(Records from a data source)
_ _ _ _ _

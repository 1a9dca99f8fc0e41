import type { LoadCase, ModelCombinationEntry, ModelCombinationSelection, PatternOptions } from "./combination-types.js";
import type { ModelFileMaterial, ModelFileSection } from "./file-section.js";

/**
 * A quantity in a model file: a plain number in the model's unit for that kind of quantity, or a
 * string with its own unit such as `"3.5 m"`, `"29000 ksi"` or `"5000 kN/m"`.
 */
export type ModelQuantity = number | string;

/** The `units` block of a model file; every field is optional (see `ModelUnits` for defaults). */
export interface ModelFileUnits {
  /** A preset for every field not given: `"siKilonewtonMetre"`, `"usKipFoot"`, ... */
  readonly system?: "siNewtonMetre" | "siKilonewtonMetre" | "siNewtonMillimetre" | "usKipFoot" | "usKipInch";
  /** Positions and member length (default `"m"`). */
  readonly length?: string;
  /** Point loads, reactions, shear (default `"kN"`). */
  readonly force?: string;
  /** Applied moments, bending moments (default force*length). */
  readonly moment?: string;
  /** Distributed loads (default force/length). */
  readonly forcePerLength?: string;
  /** Deflections, settlements (default `"mm"`). */
  readonly deflection?: string;
  /** Slopes, prescribed rotations (default `"rad"`). */
  readonly rotation?: string;
  /** Stresses (default `"MPa"`). */
  readonly stress?: string;
  /** Modulus of elasticity (default the stress unit). */
  readonly modulus?: string;
  /** Section dimensions (default `"mm"`). */
  readonly sectionLength?: string;
  /** Section areas (default sectionLength^2). */
  readonly area?: string;
  /** Second moments of area (default sectionLength^4). */
  readonly secondMoment?: string;
  /** Section moduli (default sectionLength^3). */
  readonly sectionModulus?: string;
  /** Spring stiffness (default force/length). */
  readonly translationalStiffness?: string;
  /** Rotational spring stiffness (default moment/rad). */
  readonly rotationalStiffness?: string;
}

/** A support as written in a model file (`type` rather than `kind`). */
export interface ModelFileSupport {
  /** Position from the left end. */
  readonly at: ModelQuantity;
  /** `pin`, `roller`, `fixed`, `guided` or `spring`. */
  readonly type: "pin" | "roller" | "fixed" | "guided" | "spring";
  /** Spring stiffness against deflection (springs only). */
  readonly stiffness?: ModelQuantity;
  /** Spring stiffness against rotation (springs only). */
  readonly rotationalStiffness?: ModelQuantity;
  /** Prescribed settlement, positive downward. */
  readonly settlement?: ModelQuantity;
  /** Prescribed rotation, positive counterclockwise (fixed and guided only). */
  readonly rotation?: ModelQuantity;
}

/** A load as written in a model file: `"moment"` is an applied couple, positive counterclockwise. */
export type ModelFileLoad =
  | {
      /** Tag. */
      readonly type: "point" | "moment";
      /** Position from the left end. */
      readonly at: ModelQuantity;
      /** Force (positive downward) or couple (positive counterclockwise). */
      readonly value: ModelQuantity;
      /** Load case name. */
      readonly case?: string;
    }
  | {
      /** Tag. */
      readonly type: "distributed";
      /** Where it starts (default 0). */
      readonly from?: ModelQuantity;
      /** Where it ends (default the member length). */
      readonly to?: ModelQuantity;
      /** Intensity at `from`, positive downward. */
      readonly start: ModelQuantity;
      /** Intensity at `to` (default `start`). */
      readonly end?: ModelQuantity;
      /** Load case name. */
      readonly case?: string;
    };

/**
 * A model file as JSON, the input of `parseModel` (see docs/model-format.md and the schema
 * `flexura/schema.json`).
 */
export interface ModelFile {
  /** The schema, for editors. */
  readonly $schema?: string;
  /** Format version (default 1). */
  readonly format?: number;
  /** A label. */
  readonly name?: string;
  /** A longer description. */
  readonly description?: string;
  /** Units of plain numbers. */
  readonly units?: ModelFileUnits;
  /** Member length. */
  readonly length: ModelQuantity;
  /** Modulus of elasticity. */
  readonly E?: ModelQuantity;
  /** Second moment of area. */
  readonly I?: ModelQuantity;
  /** Stretches of constant stiffness. */
  readonly segments?: readonly {
    /** Start. */
    readonly from: ModelQuantity;
    /** End. */
    readonly to: ModelQuantity;
    /** Modulus of elasticity (default the model's). */
    readonly E?: ModelQuantity;
    /** Second moment of area. */
    readonly I: ModelQuantity;
  }[];
  /** A standard shape and its dimensions, such as `{ "shape": "rectangle", "width": 90, "depth": 240 }`. */
  readonly section?: ModelFileSection;
  /** The section's material. */
  readonly material?: ModelFileMaterial;
  /** Supports. */
  readonly supports: readonly ModelFileSupport[];
  /** Internal hinge positions. */
  readonly hinges?: readonly ModelQuantity[];
  /** Loads. */
  readonly loads?: readonly ModelFileLoad[];
  /** Limits: deflection `"span/360"` or a length; allowable stresses. */
  readonly limits?: {
    /** `"span/360"` or a length. */
    readonly deflection?: ModelQuantity;
    /** Allowable bending stress. */
    readonly bendingStress?: ModelQuantity;
    /** Allowable shear stress. */
    readonly shearStress?: ModelQuantity;
  };
  /** The load cases; each load names its case in `case`. */
  readonly cases?: readonly LoadCase[];
  /** The case holding the supports' settlements and prescribed rotations. */
  readonly settlementCase?: string;
  /** The member's own weight as a dead case (needs a section). */
  readonly selfWeight?: {
    /** The case's name (default `"self-weight"`). */
    readonly case?: string;
    /** Weight per volume, such as `"77 kN/m^3"` (a plain number: force unit per length unit cubed). */
    readonly unitWeight: ModelQuantity;
  };
  /** Presets `{ preset, options }` and combinations `{ name, purpose, factors }`. */
  readonly combinations?: readonly ModelCombinationEntry[];
  /** The pattern search: `{ cap }`. */
  readonly patterns?: PatternOptions;
  /** Checks per combination. */
  readonly checkGroups?: {
    /** Stress groups. */
    readonly stress?: readonly {
      /** The group's name. */
      readonly name: string;
      /** A purpose, or a list of combination names. */
      readonly combinations: ModelCombinationSelection;
      /** Allowable bending stress. */
      readonly bendingStress?: ModelQuantity;
      /** Allowable shear stress. */
      readonly shearStress?: ModelQuantity;
    }[];
    /** Deflection groups. */
    readonly deflection?: readonly {
      /** The group's name. */
      readonly name: string;
      /** The cases and their factors. */
      readonly factors?: Readonly<Record<string, number>>;
      /** Or a purpose, or a list of combination names. */
      readonly combinations?: ModelCombinationSelection;
      /** `"span/360"`, a length, or a list of them. */
      readonly limit: ModelQuantity | readonly ModelQuantity[];
    }[];
  };
}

_ _ _ _ _

Exercise prompt
Show the lines where the word "ModelFileSection" appears in the entries.

Problem solution
import type { ModelFileMaterial, ModelFileSection } from "./file-section.js";
  readonly section?: ModelFileSection;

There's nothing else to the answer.